_Exercise description_
In the records below, find each line holding the word "opens" and copy it.

[Opening Records to use section]

export interface RenderedReport {
  html: string
  sections: ReportSection[]
  checks: ReportCheck[]
  unresolved: UnresolvedKey[]
  /** concrete result or input path → the id of the first section that shows its value */
  keySections: Record<string, string>
}

/** One part of a report between two top-level headings, keyed by the id of the heading that opens it. */
export interface ReportPart {
  key: string
  html: string
}

/**
 * A report in parts: `open` + every part's html + `close` is exactly the report's html. The editor
 * patches part by part, so a change leaves the parts whose html did not change untouched.
 */
export interface RenderedReportParts extends RenderedReport {
  parts: { open: string; sections: ReportPart[]; close: string }
}

/** Ends every report. */
export const REPORT_CAUTION = 'Results are for a competent engineer to verify. The local code, its national annex and licensed practice govern.'

interface ReportEnv {
  model: ReportModel
  inputs: unknown
  completedInputs: unknown
  results: unknown
  mode: RenderMode
  optionLabel: (path: string, option: string) => string
  checks: readonly CheckResult[]
  scopes: PathScope[]
  ids: Map<string, number>
  fieldIds: Map<string, number>
  sections: ReportSection[]
  currentSection: string | null
  checkHome: Map<string, string>
  /** where a summary table (no group) showed a check, for checks no group table shows */
  checkSummary: Map<string, string>
  unresolved: UnresolvedKey[]
  keySections: Map<string, string>
  images: Readonly<Record<string, SheetImage>>
  /** each calculation block's result, and every quantity they define by name */
  calc: Map<BlockMeta, CalcBlockResult>
  quantities: Map<string, CalcQuantity>
  /** how many blocks that wrap their content in an element (checks, figure, overview, calc) enclose the tokens being rendered */
  wrapDepth: number
  /** how many template blocks of any kind (each included) enclose them */
  blockDepth: number
}

const VAL_IN_MATH = /\\val\s*\{([^{}]*)\}/g
// Marks a summary row's section until every check table has been placed (NUL never survives markdown-it's input normalisation).
const HOME_MARK = /\u0000home:(\d+)\u0000/g
// A front-page link to the section that shows a key or a check group, placed once the whole body is rendered.
const REF_MARK = /\u0000ref:(key|group):([^\u0000]*)\u0000/g
// Marks where a top-level heading starts a part of the report; removed before the html leaves the renderer.
const PART_MARK = '\u0000part\u0000'

/**
 * A value at a dot path: undefined where a key is missing (unresolved), null where the path passes
 * through a value that does not exist (the engine's null: a part that does not apply shows as —).
 */
function valueAt(data: unknown, path: string): unknown {
  if (data === null || data === undefined) return undefined
  let node: unknown = data
  for (const part of path.split('.')) {
    if (node === null) return null
    if (typeof node !== 'object') return undefined
    node = (node as Record<string, unknown>)[part]
  }
  return node
}

function lookup(env: ReportEnv, info: KeyInfo, path: string): unknown {
  if (info.source === 'result') return valueAt(env.results, path)
  const typed = valueAt(env.inputs, inputPath(path))
  if (typed !== undefined || env.completedInputs === undefined) return typed
  // the engine ran and completed the input: a field it left out is an optional one not given
  return valueAt(env.completedInputs, inputPath(path)) ?? null
}

function resolveValue(env: ReportEnv, segments: readonly string[], key: string, line: number, use: 'input' | 'value' = 'value'): { text: string; tex: string; missing: boolean; words?: boolean } {
  if (segments[0] === CALC_PREFIX && segments.length === 2 && !env.scopes.some((s) => s.name === CALC_PREFIX)) {
    const q = env.quantities.get(segments[1]!)
    if (!q) return { text: '—', tex: '\\text{—}', missing: true }
    const digits = q.value.toFixed(q.precision)
    return { text: `${digits}${q.unit ? `\u202f${q.unit}` : ''}`, tex: q.tex.result, missing: false }
  }
  const r = resolvePath(segments, env.scopes)
  if (r.kind === 'index') return { text: String(r.index + 1), tex: `\\text{${r.index + 1}}`, missing: false }
  const info = describeKey(env.model, r.pattern, use)
  const value = info ? lookup(env, info, r.path) : undefined
  if (env.currentSection !== null && !env.keySections.has(r.path)) env.keySections.set(r.path, env.currentSection)
  if (value === undefined) {
    env.unresolved.push({ key, path: r.path, line })
    return { text: '—', tex: '\\text{—}', missing: true }
  }
  // a list of numbers takes the unit and decimals of its elements
  const spec = info?.spec ?? (info?.kind === 'array' ? describeKey(env.model, `${r.pattern}[]`, use)?.spec : undefined)
  // a value in words (a reason, a rule) wraps with the prose; a number stays whole with its unit
  return { text: valueText(value, spec), tex: valueTex(value, spec), missing: false, ...(typeof value === 'string' ? { words: true } : {}) }
}

function slug(text: string): string {
  return text
    .replace(/:[a-z]+\[[^\]]*\]/g, '')
    .replace(/\$[^$]*\$/g, '')
    .normalize('NFKD')
    .replace(/[\u0300-\u036f]/g, '')
    .toLowerCase()
    .replace(/[^a-z0-9]+/g, '-')
    .replace(/^-+|-+$/g, '')
    .slice(0, 60)
    .replace(/-+$/, '')
}

function uniqueId(seen: Map<string, number>, base: string): string {
  const count = seen.get(base) ?? 0
  seen.set(base, count + 1)
  return count === 0 ? base : `${base}-${count + 1}`
}

function plainText(children: readonly Token[], env: ReportEnv): string {
  return children
    .map((c) => {
      if (c.type === 'text' || c.type === 'code_inline') return c.content
      if (c.type === 'softbreak' || c.type === 'hardbreak') return ' '
      if (c.type === 'tb_val' || c.type === 'tb_in') {
        const meta = c.meta as InlineMeta
        return resolveValue(env, meta.segments!, meta.key!, meta.line ?? 0, c.type === 'tb_in' ? 'input' : 'value').text
      }
      if (c.type === 'math_inline') return c.content.replace(VAL_IN_MATH, '').trim()
      return ''
    })
    .join('')
    .replace(/\s+/g, ' ')
    .trim()
}

function renderMath(token: Token, display: boolean, env: ReportEnv): string {
  const keys = (token.meta as MathMeta | null)?.keys ?? []
  let n = 0
  const tex = token.content.replace(VAL_IN_MATH, (whole: string) => {
    const k = keys[n]
    n += 1
    return k ? resolveValue(env, k.segments, k.key, k.line).tex : whole
  })
  return display ? `<div class="tb-math">${typeset(tex, true)}</div>\n` : typeset(tex, false)
}

function renderInput(meta: InlineMeta, env: ReportEnv): string {
  const r = resolvePath(meta.segments!, env.scopes)
  if (r.kind !== 'path') return ''
  const info = describeKey(env.model, r.pattern, 'input')
  const spec = info?.spec
  if (!info || !spec) return ''
  const value = lookup(env, info, r.path)
  if (value === undefined) env.unresolved.push({ key: meta.key!, path: r.path, line: meta.line ?? 0 })
  const fieldPath = inputPath(r.path)
  const key = escapeHtml(fieldPath)
  if (env.mode !== 'edit') return `<span class="tb-field tb-frozen" data-key="${key}">${escapeHtml(valueText(value, spec))}</span>`

  const id = uniqueId(env.fieldIds, `tb-in-${fieldPath.replace(/\./g, '-')}`)
  const label = escapeHtml(spec.label)
  const unit = spec.unit ? `<span class="tb-unit">${escapeHtml(spec.unit)}</span>` : ''
  const options = info.field?.options
  const whole = info.kind === 'array'
  let control: string
  if (options && !whole) {
    const chosen = typeof value === 'string' ? value : ''
    const items = options.map((o) => `<option value="${escapeHtml(o)}"${o === chosen ? ' selected' : ''}>${escapeHtml(env.optionLabel(fieldPath, o))}</option>`).join('')
    control = `<select class="tb-input" id="${id}" data-key="${key}" aria-label="${label}">${items}</select>`
  } else {
    const kind = whole ? 'list' : 'number'
    const mode = whole ? 'text' : 'decimal'
    control = `<input class="tb-input" type="text" inputmode="${mode}" autocomplete="off" spellcheck="false" id="${id}" data-key="${key}" data-kind="${kind}" data-unit="${escapeHtml(spec.unit)}" aria-label="${label}" value="${escapeHtml(inputText(value, spec))}">`
  }
  return `<span class="tb-field">${control}${unit}</span>`
}

/** markdown-it hands every rule the env given to render(); ours travels in it under one name. */
function stateOf(env: Env | undefined): ReportEnv {
  return env?.report as ReportEnv
}

function installRules(renderer: Renderer): void {
  const rules = renderer.rules
  const defaultImage = rules.image!
  rules.tb_val = (tokens, idx, _o, env) => {
    const meta = tokens[idx]!.meta as InlineMeta
    const v = resolveValue(stateOf(env), meta.segments!, meta.key!, meta.line ?? 0)
    return v.missing ? `<span class="tb-val tb-missing">—</span>` : `<span class="tb-val${v.words ? ' tb-words' : ''}">${escapeHtml(v.text)}</span>`
  }
  rules.tb_in = (tokens, idx, _o, env) => renderInput(tokens[idx]!.meta as InlineMeta, stateOf(env))
  rules.tb_bad = (tokens, idx) => `<span class="tb-bad">${escapeHtml(tokens[idx]!.content)}</span>`
  rules.tb_bad_block = () => ''
  rules.tb_block_open = () => ''
  rules.tb_block_close = () => ''
  rules.math_inline = (tokens, idx, _o, env) => renderMath(tokens[idx]!, false, stateOf(env))
  rules.math_inline_block = (tokens, idx, _o, env) => renderMath(tokens[idx]!, true, stateOf(env))
  rules.math_block = (tokens, idx, _o, env) => renderMath(tokens[idx]!, true, stateOf(env))
  rules.heading_open = (tokens, idx, _o, rawEnv) => {
    const env = stateOf(rawEnv)
    const token = tokens[idx]!
    const inline = tokens[idx + 1]
    const level = Number(token.tag.slice(1))
    const title = inline?.children ? plainText(inline.children, env) : ''
    const base = `sec-${slug(inline?.content ?? '') || 'part'}${env.scopes.map((s) => `-${s.index + 1}`).join('')}`
    const id = uniqueId(env.ids, base)
    env.sections.push({ id, title, level })
    env.currentSection = id
    // a heading among the report's own top-level elements (not in a list, quote or a block's element) opens a part
    const topLevel = env.wrapDepth === 0 && token.level === env.blockDepth
    return `${topLevel ? PART_MARK : ''}<${token.tag} id="${id}">`
  }
  rules.image = (tokens, idx, options, env, self) => {
    const token = tokens[idx]!
    if (isLocalImage(String(token.attrGet('src') ?? ''))) return defaultImage(tokens, idx, options, env, self)
    const alt = self.renderInlineAsText(token.children ?? [], options, env)
    return `<span class="tb-image-blocked">[image not shown: ${escapeHtml(alt || 'no description')}]</span>`
  }
}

[Closing Records to use section]

_Task result_
/** One part of a report between two top-level headings, keyed by the id of the heading that opens it. */
    // a heading among the report's own top-level elements (not in a list, quote or a block's element) opens a part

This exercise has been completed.